It seems today is national poetry day here in the UK. This got me thinking about poetry that intersects with or has as a theme paleontology and archaeology- the deep time sciences. Given my interest in extinct felids and other carnivores I immediately thought of The Innocent Assassins by Loren C Eiseley. This is the only poem (to the best of my knowledge) that takes its theme and subject as the fossil of a sabre tooth cat. The fossil in question can be viewed here. I first came across the poem and the fossil when I was researching my D.Phil on the molecular evolution of extinct felidae- an excerpt nearly ended up as the preface to my chapter on ancient DNA from Smilodon and Homotherium. (In the end I went with a quote from a contemporary of Eiseley’s, GG Simpson “If, as claimed, the large sabers made it very difficult to eat, the animals took 40 million years to starve to death”.) The innocent assassins that so beguiled Eiseley are not in fact sabre tooth cats in the taxonomic sense. True cats (family felidae) are split into the subfamilies machairodontinae (sabretooths) and felinae (modern conical-toothed cats), whereas the assassins fossil is of a nimravid: Nimravus brachyops. The Nimravidae are sometimes known as the false sabertooths or the palaeofelids. (An excellent publication on the species of Nimravus is available here by the palaeontologist Loren Toohey, including photos of the famous specimen.) One of the first facts you come across while researching sabretooths is that the laterally compressed canines are extremely fragile, and that contact with bone would have been avoided in life to prevent shattering or damage to the tooth. This specimens seems to contravene this accepted wisdom. The Nimravus canine has gone straight through the right humerus it is now bound to for eternity. And apparently without shattering. Toohey suggests that the penetration of the humerus may have been post-mortem and caused by the weight of the overlying sediment, but this seems unlikely to me. Was it caused by intraspecific fighting? Scavenging? Was contact between canine and bone a regular occurrence for this species and can we extrapolate to other sabretooths? I remember reading about a dire wolf (Canis dirus) skull from Rancho la Brea that supposedly was excavated with a Smilodon canine inserted in the braincase. But again whether this was pre or post-mortem is debated.

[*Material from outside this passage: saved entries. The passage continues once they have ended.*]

// colchem fit CONFIG --param PATH:MIN:MAX[:log] ...: fits named parameters, boundary values
// and scalings of K in altitude bands to the scenario's observations by bounded nonlinear
// least squares (solve/fit.hpp), prints the best fit with one-sigma uncertainties, the
// correlation matrix and the reduced chi-square, and writes them with the fitted profiles
// to CF NetCDF. --check compares the chi-square gradient of the fit's Jacobian, 2 J^T r,
// with central finite differences of the full steady solve. --module-set fits each set of
// modules and ranks the sets by AIC and BIC.
//
//   colchem fit configs/pyrene_full.yaml
//       --observations profiles/observed/pyrene_so2_invented.csv
//       -p species.SO2.bottom.mixing_ratio:1e-8:1e-4:log
//       -p "atmosphere.eddy_diffusion[58-71.9]:0.1:10:log" -o pyrene_fit.nc
//   colchem fit configs/pyrene_full.yaml
//       --observations profiles/observed/pyrene_so2_invented.csv
//       -p species.SO2.bottom.mixing_ratio:1e-8:1e-4:log --check --max-iterations 0
//   mpirun -n 2 colchem fit configs/pyrene_full.yaml
//       --observations profiles/observed/pyrene_so2_invented.csv
//       -p species.SO2.bottom.mixing_ratio:1e-8:1e-4:log
//       --module-set base=base --module-set uv=base,h2so4_uv -o pyrene_fit.nc
//
// A single fit (fit_once) 1. loads and checks the scenario, the observations and the
// parameters, 2. solves the steady state at the starting values, 3. checks the gradient
// (--check), 4. fits, writes the file and prints the table. A comparison of module sets
// 1. prepares every set, 2. fits the sets over the ranks, 3. ranks them on rank 0.
#include <fmt/format.h>

#include <algorithm>
#include <chrono>
#include <cmath>
#include <iostream>
#include <limits>
#include <memory>
#include <sstream>

#include <mpi.h>

#include "analysis/observations.hpp"
#include "analysis/sweep.hpp"
#include "analysis/sweep_runner.hpp"
#include "app/batch.hpp"
#include "app/commands.hpp"
#include "app/steady_base.hpp"
#include "core/constants.hpp"
#include "core/error.hpp"
#include "core/stopwatch.hpp"
#include "io/dataset_writer.hpp"
#include "io/observation_loader.hpp"
#include "io/output.hpp"
#include "io/scenario.hpp"
#include "report/fit_report.hpp"
#include "solve/column_run.hpp"
#include "solve/fit.hpp"
#include "solve/interrupt.hpp"
#include "solve/petsc_session.hpp"
#include "solve/resolution_runner.hpp"
#include "solve/solver_options.hpp"

namespace colchem::app {

namespace {

constexpr const char* kParamSyntax =
    "PATH:MIN:MAX or PATH:MIN:MAX:log, PATH one of chemistry.parameters.NAME, "
    "species.NAME.bottom.KIND, species.NAME.top.KIND (KIND the boundary's kind, e.g. "
    "mixing_ratio, flux), species.NAME.hold (a multiplier of the held profile), "
    "atmosphere.eddy_diffusion (a multiplier of K) or "
    "atmosphere.eddy_diffusion[LO-HI] (a multiplier of K at the edges from LO to HI km)";

std::vector<std::string> split(const std::string& s, char sep) {
  std::vector<std::string> out;
  std::size_t start = 0;
  while (true) {
    const std::size_t at = s.find(sep, start);
    out.push_back(s.substr(start, at - start));
    if (at == std::string::npos) return out;
    start = at + 1;
  }
}

double number(const std::string& text, bool& ok) {
  try {
    std::size_t used = 0;
    const double v = std::stod(text, &used);
    ok = ok && used == text.size() && std::isfinite(v);
    return v;
  } catch (const std::exception&) {
    ok = false;
    return 0.0;
  }
}

/// The refusal of one --param (exit 2): what was expected, and the text given.
struct ParamError {
  SourceLocation where;
  std::string text;
  [[nodiscard]] InputError operator()(const std::string& expected) const {
    return InputError(ExitCode::kUsage, where, "--param", expected, "'" + text + "'");
  }
};

/// PATH:MIN:MAX[:log]: the path, the bounds and the flag, checked (the path may hold no
/// ':'; the last two or three fields are the bounds and the flag).
FitParameter parse_bounds(const std::string& text, const ParamError& bad) {
  const auto fields = split(text, ':');
  if (fields.size() < 3 || fields.size() > 4) throw bad(kParamSyntax);
  FitParameter p;
  p.path = fields[0];
  bool ok = true;
  p.min = number(fields[1], ok);
  p.max = number(fields[2], ok);
  if (!ok) throw bad("finite numbers as MIN and MAX (" + std::string(kParamSyntax) + ")");
  if (fields.size() == 4) {
    if (fields[3] != "log") throw bad("'log' or nothing after MAX");
    p.log = true;
  }
  if (!(p.min < p.max)) throw bad("MIN < MAX");
  if (p.log && !(p.min > 0.0)) throw bad("MIN > 0 for a log parameter");
  return p;
}

/// chemistry.parameters.NAME: a named parameter of the mechanism.
void resolve_named(FitParameter& p, const std::string& name, const ColumnModel& model,
                   const ParamError& bad) {
  const auto& defs = model.chemistry().kinetics().mechanism().parameters;
  const auto it =
      std::find_if(defs.begin(), defs.end(), [&](const auto& d) { return d.name == name; });
  if (it == defs.end()) {
    std::string names;
    for (const auto& d : defs) names += (names.empty() ? "" : ", ") + d.name;
    throw bad("a named parameter of the mechanism (" + (names.empty() ? "none" : names) + ")");
  }
  p.kind = FitKind::kNamed;
  p.index = static_cast<std::size_t>(it - defs.begin());
  p.initial = model.chemistry().kinetics().parameters()[p.index];
}

/// species.NAME.bottom.KIND / species.NAME.top.KIND: the single value of a boundary as the
/// scenario sets it.
void resolve_boundary(FitParameter& p, const std::vector<std::string>& parts,
                      const ColumnModel& model, const ParamError& bad) {
  const auto& names = model.species();
  const auto it = std::find(names.begin(), names.end(), parts[1]);
  if (it == names.end()) throw bad("a species of the model in species.NAME.bottom.KIND");
  const auto s = static_cast<std::size_t>(it - names.begin());
  if (model.held(s)) throw bad("a species that is not held fixed");
  p.kind = FitKind::kBoundary;
  p.index = s;
  p.top = parts[2] == "top";
  const BoundaryCondition& bc = p.top ? model.boundaries()[s].top : model.boundaries()[s].bottom;
  const std::string kind = boundary_kind_name(bc.kind);
  const bool valued = bc.kind == BoundaryKind::kMixingRatio || bc.kind == BoundaryKind::kDensity ||
                      bc.kind == BoundaryKind::kFlux ||
                      bc.kind == BoundaryKind::kDepositionVelocity ||
                      bc.kind == BoundaryKind::kEscapeVelocity;
  if (!valued || kind != parts[3] || bc.value.value.size() != 1) {
    throw bad(fmt::format(
        "the {} boundary of {} as it is set in the scenario: {}", parts[2], parts[1],
        valued && bc.value.value.size() == 1 ? "species." + parts[1] + "." + parts[2] + "." + kind
                                             : kind + " (no single value to fit)"));
  }
  p.initial = bc.value.value[0];
}

/// species.NAME.hold: a multiplier of the species' held profile.
void resolve_held(FitParameter& p, const std::string& name, const ColumnModel& model,
                  const ParamError& bad) {
  const auto& names = model.species();
  const auto it = std::find(names.begin(), names.end(), name);
  const auto s = static_cast<std::size_t>(it - names.begin());
  if (it == names.end() || !model.has_chemistry() || !model.chemistry().has_held_profile(s)) {
    throw bad(
        "a species with a held profile (species.NAME.hold in the scenario) in "
        "species.NAME.hold");
  }
  p.kind = FitKind::kHeld;
  p.index = s;
  p.initial = 1.0;
}

/// atmosphere.eddy_diffusion[LO-HI] (`band`, empty for the whole column): a multiplier of K
/// at the cell edges from LO to HI km.
void resolve_eddy(FitParameter& p, const std::string& band, const ColumnModel& model,
                  const ParamError& bad) {
  const auto& edges = model.background().grid.edge_cm;
  p.kind = FitKind::kEddy;
  p.initial = 1.0;
  if (band.empty()) {
    p.edge_lo = 0;
    p.edge_hi = model.cells();
    return;
  }
  const auto dash = band.find('-', 2);
  if (band.front() != '[' || band.back() != ']' || dash == std::string::npos) {
    throw bad("atmosphere.eddy_diffusion[LO-HI] with LO and HI in km");
  }
  bool num_ok = true;
  const double lo = number(band.substr(1, dash - 1), num_ok) * constants::kCmPerKm;
  const double hi =
      number(band.substr(dash + 1, band.size() - dash - 2), num_ok) * constants::kCmPerKm;
  std::vector<std::size_t> in;
  for (std::size_t e = 0; e < edges.size(); ++e) {
    if (edges[e] >= lo && edges[e] <= hi) in.push_back(e);
  }
  if (!num_ok || in.empty()) {
    throw bad(
        fmt::format("atmosphere.eddy_diffusion[LO-HI] (km) holding at least one cell "
                    "edge ({:.4g}-{:.4g} km)",
                    edges.front() * 1e-5, edges.back() * 1e-5));
  }
  p.edge_lo = in.front();
  p.edge_hi = in.back();
}

/// Resolves one --param against the model: 1. the bounds, 2. the path (named parameter,
/// boundary value, held profile or K band), 3. a start within the bounds.
FitParameter parse_parameter(const std::string& text, const ColumnModel& model,
                             const Scenario& sc) {
  const ParamError bad{SourceLocation{sc.file.string()}, text};
  FitParameter p = parse_bounds(text, bad);
  const auto parts = split(p.path, '.');
  const std::string eddy = "atmosphere.eddy_diffusion";
  if (parts.size() == 3 && parts[0] == "chemistry" && parts[1] == "parameters") {
    resolve_named(p, parts[2], model, bad);
  } else if (parts.size() == 4 && parts[0] == "species" &&
             (parts[2] == "bottom" || parts[2] == "top")) {
    resolve_boundary(p, parts, model, bad);
  } else if (parts.size() == 3 && parts[0] == "species" && parts[2] == "hold") {
    resolve_held(p, parts[1], model, bad);
  } else if (p.path.rfind(eddy, 0) == 0) {
    resolve_eddy(p, p.path.substr(eddy.size()), model, bad);
  } else {
    throw bad(kParamSyntax);
  }
  if (!(p.initial >= p.min && p.initial <= p.max)) {
    throw bad(
        fmt::format("bounds that hold the starting value {:.6g} (set it with --set)", p.initial));
  }
  return p;
}

struct FitCliOptions {
  std::string config, output, restart, observations;
  std::vector<std::string> sets, params, module_sets, module_params;
  bool linear = false, check = false, benchmark = false;
  int max_iterations = 50;
  double gatol = 1e-3;
  double check_tolerance = 1e-4, check_step = 1e-3;
};
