#include "io/sweep_output.hpp"

#include <fmt/format.h>
#include <unistd.h>

#include <algorithm>
#include <cmath>
#include <fstream>
#include <limits>

#include "core/constants.hpp"
#include "core/error.hpp"
#include "io/output.hpp"
#include "io/output_claim.hpp"

namespace colchem {

namespace {
constexpr double kNaN = std::numeric_limits<double>::quiet_NaN();

double score_value(const std::vector<SpeciesScore>& scores, const std::string& what) {
  if (scores.empty()) return kNaN;
  double sum = 0.0;
  for (const auto& s : scores) {
    if (what == "chi2_log") sum += s.chi2_log;
    else if (what == "chi2_linear") sum += s.chi2_linear;
    else if (what == "reduced_chi2_log") sum += s.reduced_chi2_log;
    else sum += s.reduced_chi2_linear;
  }
  return sum;
}
}  // namespace

std::vector<std::size_t> rank_variants(const SweepResults& r, const std::string& rank_by) {
  std::vector<std::size_t> idx(r.variants.size());
  for (std::size_t i = 0; i < idx.size(); ++i) idx[i] = i;
  auto key = [&](std::size_t i) {
    const double v = r.outcomes[i].converged && i < r.scores.size()
                         ? score_value(r.scores[i], rank_by)
                         : kNaN;
    return std::isnan(v) ? std::numeric_limits<double>::infinity() : v;
  };
  std::stable_sort(idx.begin(), idx.end(), [&](std::size_t a, std::size_t b) {
    const bool fa = !r.outcomes[a].converged, fb = !r.outcomes[b].converged;
    if (fa != fb) return fb;
    return key(a) < key(b);
  });
  return idx;
}

void write_sweep_netcdf(NcWriter& nc, const Background& bg, const SweepResults& r,
                        const std::vector<std::size_t>& ranking) {
  const std::size_t V = r.variants.size();
  const std::size_t S = r.species.size();
  const std::size_t N = bg.grid.cells();
  define_background(nc, bg);
  nc.dimension("variant", V);
  nc.dimension("species", S);
  nc.string_variable("species_name", "species", "species name (colchem notation)");
  nc.string_variable("variant_label", "variant", "variant: modules, overrides, parameters");
  nc.string_variable("variant_status", "variant", "converged, or the reason the variant failed");
  nc.string_variable("variant_overrides", "variant",
                     "every --set override of the variant, one per line (colchem run "
                     "--from-sweep FILE --variant N runs it)");
  nc.variable("variant_state", {"variant"},
              {"",
               "what the file holds for the variant",
               "",
               {{"flag_meanings", "not_run converged failed interrupted"}},
               true,
               {0, 1, 2, 3}});
  nc.variable(
      "variant_converged", {"variant"},
      {"", "variant converged", "", {{"flag_meanings", "not_converged converged"}}, true, {0, 1}});
  nc.variable("variant_iterations", {"variant"}, {"1", "solver iterations", "", {}, true});
  nc.variable("variant_residual", {"variant"}, {"1", "scaled coupled residual of the end state", "", {}});
  nc.variable("variant_wall_time", {"variant"}, {"s", "wall time of the variant", "", {}});
  nc.variable("variant_rank_of_process", {"variant"}, {"1", "MPI rank that ran the variant", "", {}});
  nc.variable("variant_warm_started", {"variant"},
              {"",
               "start of the variant",
               "",
               {{"flag_meanings", "own_cold_start base_state"}},
               true,
               {0, 1}});
  nc.variable("variant_ranking", {"variant"}, {"1", "position in the ranked table (1 = best)", "", {}});
  nc.variable("mole_fraction", {"variant", "species", "altitude"},
              {"1", "mole fraction (NaN where the variant failed)", "", {}});
  nc.var_number("mole_fraction", "_FillValue", kNaN);
  if (!r.parameter_names.empty()) {
    nc.dimension("parameter", r.parameter_names.size());
    nc.string_variable("parameter_name", "parameter", "swept mechanism parameter");
    nc.variable("parameter_value", {"variant", "parameter"}, {"1", "parameter value of the variant", "", {}});
  }
  if (!r.module_names.empty()) {
    nc.dimension("module", r.module_names.size());
    nc.string_variable("module_name", "module", "mechanism module");
    nc.variable("module_on", {"variant", "module"},
                {"", "module switched on", "", {{"flag_meanings", "off on"}}, true, {0, 1}});
  }
  const bool scored = !r.scores.empty() && !r.scores.front().empty();
  std::size_t P = 0, Q = 0;
  if (scored) {
    Q = r.scores.front().size();
    for (const auto& s : r.scores.front()) P += s.points.size();
    nc.dimension("scored_species", Q);
    nc.dimension("observation", P);
    nc.string_variable("score_species", "scored_species", "species scored against observations");
    nc.variable("observation_altitude", {"observation"}, {"km", "altitude of the observed point", "altitude", {}});
    nc.variable("observation_value", {"observation"}, {"1", "observed mole fraction (or upper limit)", "", {}});
    nc.variable("observation_uncertainty", {"observation"}, {"1", "one-sigma uncertainty", "", {}});
    nc.variable("observation_upper_limit", {"observation"},
                {"",
                 "observed value is an upper limit",
                 "",
                 {{"flag_meanings", "value upper_limit"}},
                 true,
                 {0, 1}});
    nc.string_variable("observation_species", "observation", "species of the observed point");
    nc.variable("model_at_observation", {"variant", "observation"}, {"1", "model mole fraction at the observed altitude", "", {}});
    for (const char* v : {"chi2_log", "chi2_linear", "reduced_chi2_log", "reduced_chi2_linear"}) {
      nc.variable(v, {"variant", "scored_species"}, {"1", std::string(v) + " of the variant", "", {}});
    }
  }
  nc.end_definitions();
  write_background_data(nc, bg);
  nc.put_strings("species_name", r.species);
  std::vector<std::string> labels, status, overrides;
  std::vector<double> state, conv, its, res, wall, rank, warm, pos(V), mf;
  for (std::size_t v = 0; v < V; ++v) {
    const auto& o = r.outcomes[v];
    labels.push_back(r.variants[v].label);
    status.push_back(o.converged ? std::string("converged") : o.reason);
    std::string lines;
    for (const auto& a : r.variants[v].overrides) lines += (lines.empty() ? "" : "\n") + a;
    overrides.push_back(lines);
    const VariantState st = o.skipped       ? VariantState::kNotRun
                            : o.converged   ? VariantState::kConverged
                            : o.interrupted ? VariantState::kInterrupted
                                            : VariantState::kFailed;
    state.push_back(static_cast<double>(st));
    conv.push_back(o.converged ? 1.0 : 0.0);
    its.push_back(o.iterations);
    res.push_back(o.residual);
    wall.push_back(o.wall_seconds);
    rank.push_back(o.rank);
    warm.push_back(o.warm_started ? 1.0 : 0.0);
    const auto& f = r.mole_fraction[v];
    if (f.size() == S * N) {
      mf.insert(mf.end(), f.begin(), f.end());
    } else {
      mf.insert(mf.end(), S * N, kNaN);
    }
  }
  for (std::size_t k = 0; k < ranking.size(); ++k) pos[ranking[k]] = static_cast<double>(k + 1);
  nc.put_strings("variant_label", labels);
  nc.put_strings("variant_status", status);
  nc.put_strings("variant_overrides", overrides);
  nc.put("variant_state", state);
  nc.put("variant_converged", conv);
  nc.put("variant_iterations", its);
  nc.put("variant_residual", res);
  nc.put("variant_wall_time", wall);
  nc.put("variant_rank_of_process", rank);
  nc.put("variant_warm_started", warm);
  nc.put("variant_ranking", pos);
  nc.put("mole_fraction", mf);
  if (!r.parameter_names.empty()) {
    nc.put_strings("parameter_name", r.parameter_names);
    std::vector<double> pv;
    for (const auto& var : r.variants) {
      for (const auto& name : r.parameter_names) {
        double val = kNaN;
        for (const auto& [n, x] : var.parameters) {
          if (n == name) val = x;
        }
        pv.push_back(val);
      }
    }
    nc.put("parameter_value", pv);
  }
  if (!r.module_names.empty()) {
    nc.put_strings("module_name", r.module_names);
    std::vector<double> on;
    for (const auto& var : r.variants) {
      for (const auto& m : r.module_names) {
        on.push_back(std::find(var.modules.begin(), var.modules.end(), m) != var.modules.end() ? 1.0 : 0.0);
      }
    }
    nc.put("module_on", on);
  }
  if (scored) {
    const auto& first = r.scores.front();
    std::vector<std::string> names, osp;
    std::vector<double> oz, ov, ou, ol;
    for (const auto& s : first) {
      names.push_back(s.species);
      for (const auto& p : s.points) {
        osp.push_back(p.obs.species);
        oz.push_back(p.obs.altitude_cm / constants::kCmPerKm);
        ov.push_back(p.obs.value);
        ou.push_back(p.obs.uncertainty);
        ol.push_back(p.obs.upper_limit ? 1.0 : 0.0);
      }
    }
    nc.put_strings("score_species", names);
    nc.put_strings("observation_species", osp);
    nc.put("observation_altitude", oz);
    nc.put("observation_value", ov);
    nc.put("observation_uncertainty", ou);
    nc.put("observation_upper_limit", ol);
    std::vector<double> mat, c2l, c2lin, rc2l, rc2lin;
    for (std::size_t v = 0; v < V; ++v) {
      const auto& sc = r.scores[v];
      for (std::size_t q = 0; q < Q; ++q) {
        const bool ok = q < sc.size();
        c2l.push_back(ok ? sc[q].chi2_log : kNaN);
        c2lin.push_back(ok ? sc[q].chi2_linear : kNaN);
        rc2l.push_back(ok ? sc[q].reduced_chi2_log : kNaN);
        rc2lin.push_back(ok ? sc[q].reduced_chi2_linear : kNaN);
        const std::size_t np = first[q].points.size();
        for (std::size_t p = 0; p < np; ++p) {
          mat.push_back(ok && p < sc[q].points.size() ? sc[q].points[p].model : kNaN);
        }
      }
    }
    nc.put("model_at_observation", mat);
    nc.put("chi2_log", c2l);
    nc.put("chi2_linear", c2lin);
    nc.put("reduced_chi2_log", rc2l);
    nc.put("reduced_chi2_linear", rc2lin);
  }
}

At midnight in the museum hall
The fossils gathered for a ball
There were no drums or saxophones,
But just the clatter of their bones,
A rolling, rattling, carefree circus
Of mammoth polkas and mazurkas.
Pterodactyls and brontosauruses
Sang ghostly prehistoric choruses.
Amid the mastodontic wassail
I caught the eye of one small fossil.
“Cheer up, sad world,” he said, and winked—
“It’s kind of fun to be extinct.”
You can listen to the poem and music here. We had “fossils” playing at our wedding, before the bride entered for the ceremony. It gave a few of our friends a good laugh.